Judge Torreh-Bayouth considered the criteria for asylum based on persecution. "First, was the respondent persecuted on account of her membership in a particular social group; second, was this persecution by the government or by a group which the government is unwilling to control; third, is this persecution country-wide; and fourth, would it allow for granting asylum on the basis of past persecution even if it's shown that there is no well-founded fear of persecution upon return?
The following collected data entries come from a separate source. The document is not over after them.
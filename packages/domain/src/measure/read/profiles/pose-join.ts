import type { FaultList, FaultPlace } from "../fault-list.ts";
import type { PoseSet } from "./pose-set.ts";
import type { ProfileKey } from "./profile-key.ts";

/** Finds the pose of each row; rows of one profile stand together, so the last answer mostly serves again. */
export class PoseJoin {
  #key = Number.NaN;
  #index = -1;
  readonly #poses: PoseSet;
  readonly #name: ProfileKey;
  readonly #faults: FaultList;
  readonly #missing = new Set<number>();

  constructor(poses: PoseSet, name: ProfileKey, faults: FaultList) {
    this.#poses = poses;
    this.#name = name;
    this.#faults = faults;
  }

  /**
   * Index of the pose; -1 where there is none, which is a fault once for each key.
   * @param key station in mm, or the profile's number
   * @param place where the row stands, asked only for a fault
   */
  find(key: number, place: () => FaultPlace): number {
    if (key === this.#key) return this.#index;
    this.#key = key;
    this.#index = this.#poses.find(key);
    if (this.#index < 0 && !this.#missing.has(key)) {
      this.#missing.add(key);
      const station = this.#name === "station" ? { station_mm: key } : {};
      const what = `no pose for ${this.#name} ${key}${this.#name === "station" ? " mm" : ""}`;
      this.#faults.add("scan-poses-missing", what, { ...place(), field: this.#name, ...station });
    }
    return this.#index;
  }
}
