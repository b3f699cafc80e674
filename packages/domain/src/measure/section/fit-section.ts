import type { FittedLine, Line } from "../fit/line-fit.ts";
import type { Face, JointFaces } from "../joints/joint-faces.ts";
import { type FaceSearch, fitFace, type SectionSlice } from "./face-fit.ts";
import { type Placement, placedLine } from "./placement.ts";

/** First look: faces may stand this far from where the placed model puts them (gap, hi-lo, turned plates), mm. */
const WIDE_BAND_MM = 2.5;
/** Second look, about the first fit, mm. */
const NARROW_BAND_MM = 0.8;

/** Faces are fitted at most this far from their root end: plates are flat near the root, seldom beyond, mm. */
const WINDOW_MM = 15;

/** Corners are rounded by the width of the laser line; points this near to one belong to no face, mm. */
const CORNER_MM = 0.7;

/** What a section is fitted from: its points, its joint, and where the joint is expected. */
export interface SliceInput {
  readonly slice: SectionSlice;
  readonly joint: JointFaces;
  /** Within about 2 mm and 6 degrees. */
  readonly placement: Placement;
}

/** The fitted faces of one section, in the order of the joint's faces; null where one was not found. */
export type SectionFit = readonly (FittedLine | null)[];

/** Where a line in one face's axes meets a line in another's, along the first; null where they are parallel. */
export function meetingAlong(face: Face, line: Line, other: Face, otherLine: Line): number | null {
  const [cos, sin] = [Math.cos(face.direction_rad), Math.sin(face.direction_rad)];
  const along = face.direction_rad + line.angle_rad;
  const across = other.direction_rad + otherLine.angle_rad;
  const [oc, os] = [Math.cos(other.direction_rad), Math.sin(other.direction_rad)];
  const pl = face.near[0] + line.t_mm * cos - line.d_mm * sin;
  const pn = face.near[1] + line.t_mm * sin + line.d_mm * cos;
  const ql = other.near[0] + otherLine.t_mm * oc - otherLine.d_mm * os;
  const qn = other.near[1] + otherLine.t_mm * os + otherLine.d_mm * oc;
  const cross = Math.cos(along) * Math.sin(across) - Math.sin(along) * Math.cos(across);
  if (Math.abs(cross) < 0.05) return null;
  const by = ((ql - pl) * Math.sin(across) - (qn - pn) * Math.cos(across)) / cross;
  return line.t_mm + by * Math.cos(line.angle_rad);
}

/** The face that a face meets at its root end, and at its far end; -1 where it ends freely. */
function neighbours(joint: JointFaces, index: number): { near: number; far: number } {
  const side = joint.faces[index]?.plate === "a" ? 0 : 1;
  const [root, next] = [joint.root[side], joint.next[side]];
  if (index === root) {
    const opposite = joint.kind === "meeting" ? joint.root[1 - side]! : -1;
    return { near: opposite, far: next };
  }
  return { near: index === next ? root : next, far: -1 };
}

const margin = (face: Face) => Math.min(CORNER_MM, 0.15 * face.length_mm);

/** The stretch of a face that is clear of its corners, from what was fitted first. */
function clearStretch(
  { joint, placement }: SliceInput,
  lines: readonly (Line | null)[],
  index: number,
): readonly [from: number, to: number] | null {
  const face = joint.faces[index];
  const line = lines[index];
  if (!face || !line) return null;
  const { near, far } = neighbours(joint, index);
  const from =
    near >= 0
      ? (meetingOf(joint, lines, index, near) ?? 0) + margin(face)
      : far >= 0
        ? freeEnd(face, meetingOf(joint, lines, index, far))
        : placedLine(face, placement).t_mm + EDGE_DOUBT_MM;
  return [from, Math.min(endOf(joint, lines, index), from + WINDOW_MM)];
}

/** A bevel ends freely at its root edge: its length from the corner it makes with the surface, and a little more, mm. */
const freeEnd = (face: Face, corner_mm: number | null): number =>
  corner_mm === null ? Number.NEGATIVE_INFINITY : corner_mm - face.length_mm - BEYOND_EDGE_MM;
const BEYOND_EDGE_MM = 1.5;

/** Where a surface ends at an edge is only expected, not fitted: its points are taken from a little past it, mm. */
const EDGE_DOUBT_MM = 1;

/** Where a face ends, clear of its far corner. */
function endOf(joint: JointFaces, lines: readonly (Line | null)[], index: number): number {
  const face = joint.faces[index];
  if (!face) return 0;
  if (!face.far_is_corner) return face.length_mm + 5;
  return (meetingOf(joint, lines, index, neighbours(joint, index).far) ?? face.length_mm) - margin(face);
}

function meetingOf(
  joint: JointFaces,
  lines: readonly (Line | null)[],
  index: number,
  other: number,
): number | null {
  const [face, line, otherFace, otherLine] = [
    joint.faces[index],
    lines[index],
    joint.faces[other],
    lines[other],
  ];
  return face && line && otherFace && otherLine ? meetingAlong(face, line, otherFace, otherLine) : null;
}

/**
 * Fits every face of a joint to the points of one section.
 * @param seed of the consensus draws
 */
export function fitSection(input: SliceInput, seed: number): SectionFit {
  const { slice, joint, placement } = input;
  const first = joint.faces.map((face, index) => {
    const line = placedLine(face, placement);
    const begin_mm = line.t_mm + (joint.kind === "butt" && index < 2 ? -3 : Math.min(0.5, margin(face)));
    const reach_mm = face.far_is_corner ? Math.min(face.length_mm, WINDOW_MM) : WINDOW_MM;
    const to_mm = line.t_mm + reach_mm + (face.far_is_corner ? 1 : 5);
    const search: FaceSearch = { line, band_mm: WIDE_BAND_MM, from_mm: begin_mm, to_mm, seed: seed + index };
    return fitFace(slice, face, search);
  });
  return refit(input, refit(input, first, NARROW_BAND_MM), NARROW_BAND_MM);
}

/** What is known when faces are fitted again. */
export interface RefitOptions {
  /** Up to where each plate's root face is covered by a tack, mm along it. */
  readonly covered_mm?: readonly [a: number, b: number];
  /** Directions taken as known, one a face; null where the face shows its own. */
  readonly known?: readonly (KnownDirection | null)[];
}

/** A face's direction against the model's, and its standard uncertainty, radians. */
export interface KnownDirection {
  readonly angle_rad: number;
  readonly u_rad: number;
}

const CLEAR = [Number.NEGATIVE_INFINITY, Number.NEGATIVE_INFINITY] as const;

/**
 * Fits every face again near lines that are known already, clear of the corners they make.
 */
export function refit(
  input: SliceInput,
  lines: readonly (Line | null)[],
  band_mm: number,
  { covered_mm = CLEAR, known = [] }: RefitOptions = {},
): SectionFit {
  const { slice, joint } = input;
  return joint.faces.map((face, index) => {
    const line = lines[index];
    const stretch = clearStretch(input, lines, index);
    if (!line || !stretch) return null;
    const from_mm = index < 2 ? Math.max(stretch[0], covered_mm[index as 0 | 1]) : stretch[0];
    const to_mm = Math.min(stretch[1] + from_mm - stretch[0], endOf(joint, lines, index));
    const direction = known[index];
    return fitFace(slice, face, { line, band_mm, from_mm, to_mm, ...(direction && { known: direction }) });
  });
}
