import { type FaultList, quoted } from "../fault-list.ts";
import { parseNumber } from "../number/parse-number.ts";
import { PointSink } from "../point-sink.ts";
import { BLANK, DOT, utf8Text } from "../text/bytes.ts";
import { NumberRows } from "../text/number-rows.ts";
import { rowsExpected } from "../text/rows-expected.ts";
import type { TextRows } from "../text/text-rows.ts";
import type { PlyBody } from "./ply-body.ts";
import type { PlyElement } from "./ply-header.ts";

/** Reads an ascii body: one element a line, elements in the order of the header. */
export function readPlyAscii(body: PlyBody, faults: FaultList): PointSink {
  const { header, vertex } = body;
  const sink = new PointSink(false);
  let rows = rowsFrom(body, { at: header.bodyAt, line: header.lines }, faults);
  for (const element of header.elements) {
    // An element without properties has no lines.
    if (element.properties.length === 0) continue;
    rows = rowsFrom(body, rows.rows, faults);
    rows.limit = element.count;
    if (element === vertex && isFixed(vertex)) takeRows(rows, body, sink);
    else walkRows(rows, element, body, { sink, faults });
    if (faults.full) return sink;
    if (rows.met < element.count) {
      refuseEnd(element, rows, faults);
      return sink;
    }
  }
  if (rows.rows.next()) refuseRest(vertex, rows.rows, faults);
  return sink;
}

/** Rows of numbers from a place on; vertices without lists have a fixed width and are read quickly. */
function rowsFrom(body: PlyBody, { at, line }: { at: number; line: number }, faults: FaultList): NumberRows {
  const { bytes, vertex, columns } = body;
  const source = { bytes, separator: BLANK, mark: DOT, bodyAt: at, bodyLine: line };
  const numbers = columns.map((index) => ({
    index,
    name: vertex.properties[index]!.name,
    allows: "nan" as const,
  }));
  return new NumberRows(source, numbers, isFixed(vertex) ? vertex.properties.length : null, faults);
}

function isFixed({ properties }: PlyElement): boolean {
  return properties.every(({ count }) => count === null);
}

function takeRows(rows: NumberRows, { vertex, scale }: PlyBody, sink: PointSink): void {
  sink.reserve(Math.min(vertex.count, rowsExpected(rows.rows.bytes, rows.rows.at)));
  const { values } = rows;
  while (rows.next()) {
    if (rows.lost) sink.lose();
    else sink.add(values[0]! * scale, values[1]! * scale, values[2]! * scale, 0);
  }
}

interface Results {
  readonly sink: PointSink;
  readonly faults: FaultList;
}

/** Goes through an element row by row, finding each property's cell; takes the points where it is the vertex. */
function walkRows(numbers: NumberRows, element: PlyElement, body: PlyBody, { sink, faults }: Results): void {
  const { columns, scale, vertex } = body;
  const { rows, values } = numbers;
  const places = new Int32Array(element.properties.length);
  while (numbers.met < element.count && !faults.full && rows.next()) {
    numbers.met++;
    if (!placesOf(element, rows, places, faults) || element !== vertex) continue;
    numbers.place(columns.map((column) => places[column]!));
    if (!numbers.read()) continue;
    if (numbers.lost) sink.lose();
    else sink.add(values[0]! * scale, values[1]! * scale, values[2]! * scale, 0);
  }
}

/** Finds the cell of each property in a row, lists included; a row that does not fit is a fault. */
function placesOf(element: PlyElement, rows: TextRows, places: Int32Array, faults: FaultList): boolean {
  let cell = 0;
  for (let p = 0; p < element.properties.length; p++) {
    places[p] = cell;
    const { count, name } = element.properties[p]!;
    if (count !== null && cell < rows.count) {
      const length = listLength(rows, cell);
      if (!(length >= 0)) return refuseList(name, rows, cell, faults);
      cell += length;
    }
    cell++;
  }
  if (cell === rows.count) return true;
  const code = rows.count < cell && rows.unterminated ? "file-truncated" : "file-row-invalid";
  const what = `the row of ${quoted(element.name)} has ${rows.count} numbers where ${cell} were expected`;
  faults.add(code, what, { line: rows.line });
  return false;
}

function listLength(rows: TextRows, cell: number): number {
  const length = parseNumber(rows.bytes, rows.starts[cell] ?? 0, rows.ends[cell] ?? 0, DOT);
  return Number.isInteger(length) ? length : Number.NaN;
}

function refuseList(name: string, rows: TextRows, cell: number, faults: FaultList): false {
  const found = utf8Text(rows.bytes, rows.starts[cell] ?? 0, rows.ends[cell] ?? 0);
  const what = `list ${name} begins with ${quoted(found)} where its length was expected`;
  faults.add("file-value-invalid", what, { line: rows.line, field: name });
  return false;
}

function refuseEnd({ name, count }: PlyElement, { met, rows }: NumberRows, faults: FaultList): void {
  const what = `the header says ${count} of element ${quoted(name)}, the file ends after ${met}`;
  faults.add("file-truncated", what, { line: rows.line, field: name });
}

function refuseRest({ count }: PlyElement, rows: TextRows, faults: FaultList): void {
  const what = `more rows follow than the header says (vertex ${count})`;
  faults.add("file-header-invalid", what, { line: rows.line, field: "vertex" });
}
"In sum, the respondent had a complex burden in this case. She had to demonstrate not only that she was raped and that she was a lesbian, but also that she was raped because she was a lesbian, that this was done by a person or group whom Honduras is unwilling or unable to stop, and that her fear of persecution would be countrywide."

Judge Torreh-Bayouth decided that the defendant did not meet her burden of proof. Instead of forcible deportation, however, the judge decided the Honduran woman qualified under the Immigration and Nationality Act for voluntary departure contingent on "good moral character for at least the last five years." Judge Torreh Bayouth gave the defendant six months to voluntarily leave the United States in order "to prepare herself emotionally and financially."